Ask HN: How to sell SaaS? - mistiaen

Hi there,<p>Me and my co-founder built an analytics SaaS. We now need to sell it. Next to doing press releases and advertising, we want to use affiliate marketing and are busy with a white label program. Do you have other suggestions on sales/marketing? 
I also wonder how Campaignmonitor and Mailchimp boosted their sales. Anyone knows?<p>Thanks!
======
iworkforthem
Here's a few ways to market your Saas.

\- create web visitors badges for your users to embed in their website. WOW
work best!

\- difficult pricing models for different groups of users, less than 200k
visitors(free), paid versions for more than 200k visitors. targeted is easier
to sell.

\- do more videos on these themes; how to use it step by step guide? how this
service bring in actual sales for your customers or you? need to see just by
paying a few bucks, user is able to bing in hundreds or thousands for their
businesses.

\- paid version for another who does a review of your services on their blog,
this won't hurt you now, there is no need to scale anything now.

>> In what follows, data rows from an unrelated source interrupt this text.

package methodfile

import (
	"errors"
	"math"
	"os"
	"strings"
	"testing"

	"github.com/rampwise/rampwise/model"
)

const (
	packedDemoPath = "../../testdata/demo-packed.toml"
	layerDemoPath  = "../../testdata/demo-porous-layer.toml"
)

func TestKindDemosLoad(t *testing.T) {
	p, err := ReadFile(packedDemoPath)
	if err != nil {
		t.Fatal(err)
	}
	col := p.ModelColumn()
	if col.Kind != model.Packed || col.Particle != 165e-6 || col.GivenPhaseRatio != 6 || col.Porosity != 0.40 ||
		col.EddyFactor != 0.8 || col.ObstructionFactor != 0.7 || col.MobileFactor != 0.1 {
		t.Errorf("packed demo column %+v", col)
	}
	l, err := ReadFile(layerDemoPath)
	if err != nil {
		t.Fatal(err)
	}
	lc := l.ModelColumn()
	if lc.Kind != model.PorousLayer || l.Column.Diffusivity != model.DefaultLayerDs || lc.Particle != 0 {
		t.Errorf("porous-layer demo column %+v (diffusivity %v)", lc, l.Column.Diffusivity)
	}
	if o := l.ModelOven(); math.Abs(o.Coolant-(model.ZeroCelsius-70)) > 1e-9 || l.Limits.OvenMinC != -60 {
		t.Errorf("porous-layer demo oven %+v, oven_min_c %v", o, l.Limits.OvenMinC)
	}
	for _, m := range []*Method{p, l} {
		data, err := Marshal(m)
		if err != nil {
			t.Fatal(err)
		}
		again, err := Parse("again", data)
		if err != nil {
			t.Fatalf("re-read: %v\n%s", err, data)
		}
		if again.ModelColumn() != m.ModelColumn() || again.ModelOven() != m.ModelOven() {
			t.Errorf("%s: round trip changed the column or oven", m.Title)
		}
	}
}

func TestKindRules(t *testing.T) {
	wall := readDemoText(t, demoPath)
	packed := readDemoText(t, packedDemoPath)
	layer := readDemoText(t, layerDemoPath)
	cases := []struct {
		name, base, from, to, key, msg string
	}{
		{"particle on wall-coated", wall, "[column]\n", "[column]\nparticle_um = 165.0\n", "column.particle_um", "does not belong to a wall-coated column"},
		{"phase ratio on wall-coated", wall, "[column]\n", "[column]\nphase_ratio = 20.0\n", "column.phase_ratio", "does not belong"},
		{"porosity on porous layer", layer, "[column]\n", "[column]\nporosity = 0.4\n", "column.porosity", "does not belong to a porous-layer column"},
		{"eddy on porous layer", layer, "[column]\n", "[column]\neddy_lambda = 0.8\n", "column.eddy_lambda", "does not belong"},
		{"packed tube too narrow", packed, "diameter_mm = 2.0", "diameter_mm = 0.53", "column.diameter_mm", "allowed: from 1 to 6"},
		{"packed tube too wide", packed, "diameter_mm = 2.0", "diameter_mm = 6.5", "column.diameter_mm", "allowed: from 1 to 6"},
		{"packed too long", packed, "length_m = 3.0", "length_m = 12.0", "column.length_m", "allowed: from 0.3 to 10"},
		{"packed too short", packed, "length_m = 3.0", "length_m = 0.2", "column.length_m", "out of range"},
		{"particles too fine", packed, "particle_um = 165.0", "particle_um = 40.0", "column.particle_um", "allowed: from 50 to 400"},
		{"particles too coarse", packed, "particle_um = 165.0", "particle_um = 450.0", "column.particle_um", "out of range"},
		{"particle missing", packed, "particle_um = 165.0\n", "", "column.particle_um", "missing (required)"},
		{"porosity low", packed, "porosity = 0.40", "porosity = 0.25", "column.porosity", "allowed: from 0.3 to 0.5"},
		{"porosity high", packed, "porosity = 0.40", "porosity = 0.55", "column.porosity", "out of range"},
		{"phase ratio low", packed, "phase_ratio = 6.0", "phase_ratio = 1.5", "column.phase_ratio", "allowed: from 2 to 200"},
		{"phase ratio high", packed, "phase_ratio = 6.0", "phase_ratio = 250.0", "column.phase_ratio", "out of range"},
		{"phase ratio missing", packed, "phase_ratio = 6.0\n", "", "column.phase_ratio", "missing (required)"},
		{"eddy zero", packed, "[column]\n", "[column]\neddy_lambda = 0.0\n", "column.eddy_lambda", "out of range"},
		{"layer too thin", layer, "film_um = 10.0", "film_um = 0.5", "column.film_um", "allowed: from 1 to 60"},
		{"layer too thick", layer, "film_um = 10.0", "film_um = 65.0", "column.film_um", "out of range"},
		{"layer fills the tube", layer, "diameter_mm = 0.32\nfilm_um = 10.0", "diameter_mm = 0.1\nfilm_um = 60.0", "column.film_um", "thicker than the column radius"},
		{"wall-coated over 1 mm", wall, "diameter_mm = 0.25", "diameter_mm = 2.0", "column.diameter_mm", "out of range"},
		{"start at the coolant", layer, "initial_c = -40.0", "initial_c = -70.0", "oven.initial_c", "not above the coolant_c"},
		{"sub-ambient without coolant", layer, "coolant_c = -70.0\noven_min_c = -60.0\n", "", "oven.initial_c", "set limits.coolant_c"},
		{"oven minimum at the coolant", layer, "oven_min_c = -60.0", "oven_min_c = -75.0", "limits.oven_min_c", "not above the coolant_c"},
	}
	for _, c := range cases {
		t.Run(c.name, func(t *testing.T) {
			text := strings.Replace(c.base, c.from, c.to, 1)
			if text == c.base {
				t.Fatal("fixture did not change")
			}
			_, err := Parse("m.toml", []byte(text))
			var fe *Error
			if !errors.As(err, &fe) || fe.Line == 0 || fe.Key != c.key {
				t.Fatalf("error %v: want a located error on %s", err, c.key)
			}
			if !strings.Contains(fe.Msg, c.msg) {
				t.Errorf("error %q lacks %q", err, c.msg)
			}
		})
	}
	// a packed column's film is optional (1 µm), oven_min_c follows the coolant
	m, err := Parse("m.toml", []byte(strings.Replace(strings.Replace(packed, "film_um = 1.0\n", "", 1), "[column]\n", "[column]\n", 1)))
	if err != nil || m.Column.FilmUM != 1.0 {
		t.Errorf("packed without film_um: %v, film %v", err, m.Column.FilmUM)
	}
	m, err = Parse("m.toml", []byte(strings.Replace(layer, "oven_min_c = -60.0\n", "", 1)))
	if err != nil || m.Limits.OvenMinC != -60 {
		t.Errorf("oven_min_c default with a coolant: %v, %v (want coolant + 10)", err, m.Limits.OvenMinC)
	}
	// a packed column carries no packed keys into a wall-coated method
	w, err := Parse("m.toml", []byte(wall))
	if err != nil {
		t.Fatal(err)
	}
	if w.Column.Porosity != 0 || w.Column.EddyLambda != 0 {
		t.Errorf("wall-coated method has packed values %+v", w.Column)
	}
}

func readDemoText(t *testing.T, path string) string {
	t.Helper()
	data, err := os.ReadFile(path)
	if err != nil {
		t.Fatal(err)
	}
	return string(data)
}

// A save of a packed or porous-layer method keeps the file: only the
// changed kind key is rewritten where it stands.
func TestKindUpdateInPlace(t *testing.T) {
	orig := readDemoText(t, packedDemoPath)
	m, err := Parse("p.toml", []byte(orig))
	if err != nil {
		t.Fatal(err)
	}
	m.Column.ParticleUM = 150
	out, inPlace, err := Update("p.toml", []byte(orig), m)
	if err != nil || !inPlace {
		t.Fatalf("update: %v, in place %v", err, inPlace)
	}
	if want := strings.Replace(orig, "particle_um = 165.0", "particle_um = 150.0", 1); string(out) != want {
		t.Errorf("update changed more than the particle size:\n%s", out)
	}
	lorig := readDemoText(t, layerDemoPath)
	l, err := Parse("l.toml", []byte(lorig))
	if err != nil {
		t.Fatal(err)
	}
	l.Limits.CoolantC = -65
	out, inPlace, err = Update("l.toml", []byte(lorig), l)
	if want := strings.Replace(lorig, "coolant_c = -70.0", "coolant_c = -65.0", 1); err != nil || !inPlace || string(out) != want {
		t.Errorf("coolant update: %v, in place %v\n%s", err, inPlace, out)
	}
}
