package methodfile

import (
	"errors"
	"io"
	"math"
	"os"
	"path/filepath"
	"strings"
	"testing"

	"github.com/rampwise/rampwise/model"
	"github.com/rampwise/rampwise/model/fsafe"
)

const demoPath = "../../testdata/demo.toml"

func readDemo(t *testing.T) *Method {
	t.Helper()
	m, err := ReadFile(demoPath)
	if err != nil {
		t.Fatal(err)
	}
	return m
}

func TestDemoLoads(t *testing.T) {
	m := readDemo(t)
	if len(m.Compounds) < 12 || len(m.Compounds) > 20 {
		t.Errorf("demo has %d compounds", len(m.Compounds))
	}
	if _, err := m.System(); err != nil {
		t.Fatal(err)
	}
}

// The copy embedded in the binary must be the demo in testdata/.
func TestEmbeddedDemoIsTestdata(t *testing.T) {
	a, err := os.ReadFile(demoPath)
	if err != nil {
		t.Fatal(err)
	}
	b, err := os.ReadFile("../../cmd/rampwise/demo.toml")
	if err != nil {
		t.Fatal(err)
	}
	if string(a) != string(b) {
		t.Error("cmd/rampwise/demo.toml differs from testdata/demo.toml: copy testdata/demo.toml over it")
	}
}

func TestRoundTrip(t *testing.T) {
	for _, path := range []string{demoPath, "../../testdata/bench20.toml", "../../testdata/index.toml"} {
		m, err := ReadFile(path)
		if err != nil {
			t.Fatal(err)
		}
		data, err := Marshal(m)
		if err != nil {
			t.Fatal(err)
		}
		m2, err := Parse("again", data)
		if err != nil {
			t.Fatalf("%s: re-read: %v\n%s", path, err, data)
		}
		if !m.Equal(m2) {
			t.Errorf("%s: round trip differs:\n%+v\n%+v", path, m, m2)
		}
	}
}

func TestSaveAtomicAndReadBack(t *testing.T) {
	m := readDemo(t)
	dir := t.TempDir()
	path := filepath.Join(dir, "m.toml")
	m.Oven.Ramps[0].RateCMin = 7.5
	if err := WriteFile(path, m); err != nil {
		t.Fatal(err)
	}
	back, err := ReadFile(path)
	if err != nil {
		t.Fatal(err)
	}
	if !m.Equal(back) {
		t.Error("saved method reads back different")
	}
	entries, _ := os.ReadDir(dir)
	if len(entries) != 1 {
		t.Errorf("temporary files left: %v", entries)
	}
}

// A save into a folder that cannot be written fails with a clear error and
// leaves the existing file as it was.
func TestSaveFailureKeepsOriginal(t *testing.T) {
	if os.Geteuid() == 0 {
		t.Log("running as root: a read-only folder is still writable; checking the invalid-method path only")
	}
	m := readDemo(t)
	dir := t.TempDir()
	path := filepath.Join(dir, "m.toml")
	if err := WriteFile(path, m); err != nil {
		t.Fatal(err)
	}
	orig, _ := os.ReadFile(path)
	broken := m.Clone()
	broken.Oven.Ramps[0].FinalC = broken.Column.MaxTempC + 50
	if err := WriteFile(path, broken); err == nil {
		t.Error("a program above the column maximum was saved")
	}
	if os.Geteuid() != 0 {
		os.Chmod(dir, 0o500)
		defer os.Chmod(dir, 0o700)
		if err := WriteFile(path, m); err == nil {
			t.Error("save into a read-only folder reported success")
		}
	}
	now, _ := os.ReadFile(path)
	if string(now) != string(orig) {
		t.Error("original file changed by a failed save")
	}
}

func TestErrorsNameFileLineKey(t *testing.T) {
	base, err := os.ReadFile(demoPath)
	if err != nil {
		t.Fatal(err)
	}
	cases := []struct {
		name, from, to string
		line           int
		want           string
	}{
		{"unknown key", "film_um = 0.25\n", "film_um = 0.25\ncolour = 3\n", 10, "colour"},
		{"wrong type", "length_m = 30.0", `length_m = "thirty"`, 7, "length_m"},
		{"film too thick", "diameter_mm = 0.25\nfilm_um = 0.25", "diameter_mm = 0.05\nfilm_um = 30", 9, "thicker than the column radius"},
		{"rate zero", "rate_c_min = 12.0", "rate_c_min = 0.0", 24, "rate_c_min"},
		{"above max", "final_c = 240.0", "final_c = 400.0", 25, "above the column maximum"},
		{"unknown gas", `gas = "helium"`, `gas = "argon"`, 14, "not one of"},
		{"nan", "length_m = 30.0", "length_m = nan", 7, "finite"},
		{"inf", "length_m = 30.0", "length_m = inf", 7, "finite"},
		{"bad formula", `formula = "C4H8O2"`, `formula = "C4H8Xq2"`, 0, "unknown element"},
		{"duplicate", `name = "hexanal"`, `name = "ethanol"`, 0, "duplicate"},
		{"syntax", "[column]\n", "[column\n", 6, ""},
	}
	for _, c := range cases {
		t.Run(c.name, func(t *testing.T) {
			text := strings.Replace(string(base), c.from, c.to, 1)
			if text == string(base) {
				t.Fatalf("fixture did not change")
			}
			_, err := Parse("m.toml", []byte(text))
			var fe *Error
			if !errors.As(err, &fe) {
				t.Fatalf("error %v is not a file error", err)
			}
			if fe.File != "m.toml" || fe.Line == 0 || (c.line > 0 && fe.Line != c.line) {
				t.Errorf("error %q: line %d, want %d", err, fe.Line, c.line)
			}
			if !strings.Contains(err.Error(), c.want) {
				t.Errorf("error %q lacks %q", err, c.want)
			}
		})
	}
	if _, err := Parse("m.toml", []byte("[column]\nlength_m = 30.0\n")); err == nil || !strings.Contains(err.Error(), "diameter_mm") {
		t.Errorf("missing key: %v", err)
	}
	if _, err := Parse("m.toml", []byte("title = \"x\"\n")); err == nil || !strings.Contains(err.Error(), "[column]") {
		t.Errorf("missing table: %v", err)
	}
}

// Every compound given only by retention index reproduces its index within
// 0.1 unit (the Kováts definition, Kováts 1958, with the ladder's own
// retention factors) at its index_temp_c and, the index being taken as
// independent of temperature, at 60, 120 and 200 °C; also against a ladder
// with a gap (C11 removed), where the bracketing pair is C10 and C12.
func TestIndexOnlyCompound(t *testing.T) {
	full, err := ReadFile("../../testdata/index.toml")
	if err != nil {
		t.Fatal(err)
	}
	gapped := full.Clone()
	var keep []Compound
	for _, c := range gapped.Compounds {
		if c.AlkaneCarbons != 11 {
			keep = append(keep, c)
		}
	}
	gapped.Compounds = keep
	for i := range gapped.Compounds {
		if gapped.Compounds[i].FromIndex {
			if err := fromIndex(gapped, i); err != nil {
				t.Fatal(err)
			}
		}
	}
	for _, m := range []*Method{full, gapped} {
		sys, err := m.System()
		if err != nil {
			t.Fatal(err)
		}
		found := 0
		for i, c := range m.Compounds {
			if !c.FromIndex {
				continue
			}
			found++
			temps := []float64{60, 120, 200}
			if c.HasIndexTemp {
				temps = append(temps, c.IndexTempC)
			}
			for _, tc := range temps {
				temp := tc + model.ZeroCelsius
				var lad []model.LadderPoint
				for j, a := range m.Compounds {
					if a.AlkaneCarbons > 0 {
						lad = append(lad, model.LadderPoint{Carbons: a.AlkaneCarbons, Retention: sys.Cond.RetentionFactor(&sys.Compounds[j], temp)})
					}
				}
				idx, err := model.IndexFromLadder(sys.Cond.RetentionFactor(&sys.Compounds[i], temp), lad, true)
				if err != nil {
					t.Fatal(err)
				}
				if math.Abs(idx-c.RetentionIndex) > 0.1 {
					t.Errorf("%s (%d ladder alkanes): Kováts index %.3f at %v °C, given %v", c.Name, len(lad), idx, tc, c.RetentionIndex)
				}
			}
		}
		if found != 3 {
			t.Fatalf("fixture has %d index-only compounds, want 3", found)
		}
	}
}

type fullDisk struct {
	w    io.Writer
	left int
}

func (f *fullDisk) Write(p []byte) (int, error) {
	if len(p) > f.left {
		n, _ := f.w.Write(p[:f.left])
		f.left = 0
		return n, errors.New("no space left on device")
	}
	f.left -= len(p)
	return f.w.Write(p)
}

// A save that fails half-way (a full disk) reports it and leaves the
// original file exactly as it was, with no temporary file behind.
func TestSaveFullDiskKeepsOriginal(t *testing.T) {
	m := readDemo(t)
	dir := t.TempDir()
	path := filepath.Join(dir, "m.toml")
	if err := WriteFile(path, m); err != nil {
		t.Fatal(err)
	}
	orig, _ := os.ReadFile(path)
	fsafe.WrapWriter = func(w io.Writer) io.Writer { return &fullDisk{w: w, left: 200} }
	defer func() { fsafe.WrapWriter = func(w io.Writer) io.Writer { return w } }()
	changed := m.Clone()
	changed.Oven.InitialC = 45
	err := WriteFile(path, changed)
	if err == nil || !strings.Contains(err.Error(), "no space left") || !strings.Contains(err.Error(), path) {
		t.Fatalf("error %v", err)
	}
	now, _ := os.ReadFile(path)
	if string(now) != string(orig) {
		t.Error("original changed by a failed save")
	}
	entries, _ := os.ReadDir(dir)
	if len(entries) != 1 {
		t.Errorf("temporary file left: %v", entries)
	}
}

\- if you have no list, it's not likely that Campaignmonitor/Mailchimp will be
any useful to you. even if you have a list, if it is not targeted, it's not
useful too. current CTR is only at 0.3%, just imagine how many emails you need
to convert emails to leads and then to sales.

------
jtbigwoo
Traditional advertising is expensive, even online. A few guerrilla strategies
work well:

-become an expert in real life. Contact conferences related to your speciality and offer to give a presentation on a relevant topic. Contact publications and offer to write a "business forum"-type feature.

-become an expert online. Make an online presence (blog, twitter, etc.) and make sure to refer

-If your product has reasonably wide appeal, business reporters are always looking for easy profile stories. Call your local paper and any locally based business magazines or tabloids.

-If you can find a PR agent who fits your price range and has good connections, he/she can do the work of getting you speaking engagements, profiles, articles, etc. A lot of PR agents simply send out form letters and press releases so make sure they give you a clear plan of attack before you sign up.

------
mikecuesta
\- Try contacting web design/dev shops and giving them an incentive rate to
offer your product to their clients

\- Do some case studies including before and after scenarios on existing
clients

\- Referral programs can work great. reach out to your existing clients (if
any) and ask them for their help

Best of luck!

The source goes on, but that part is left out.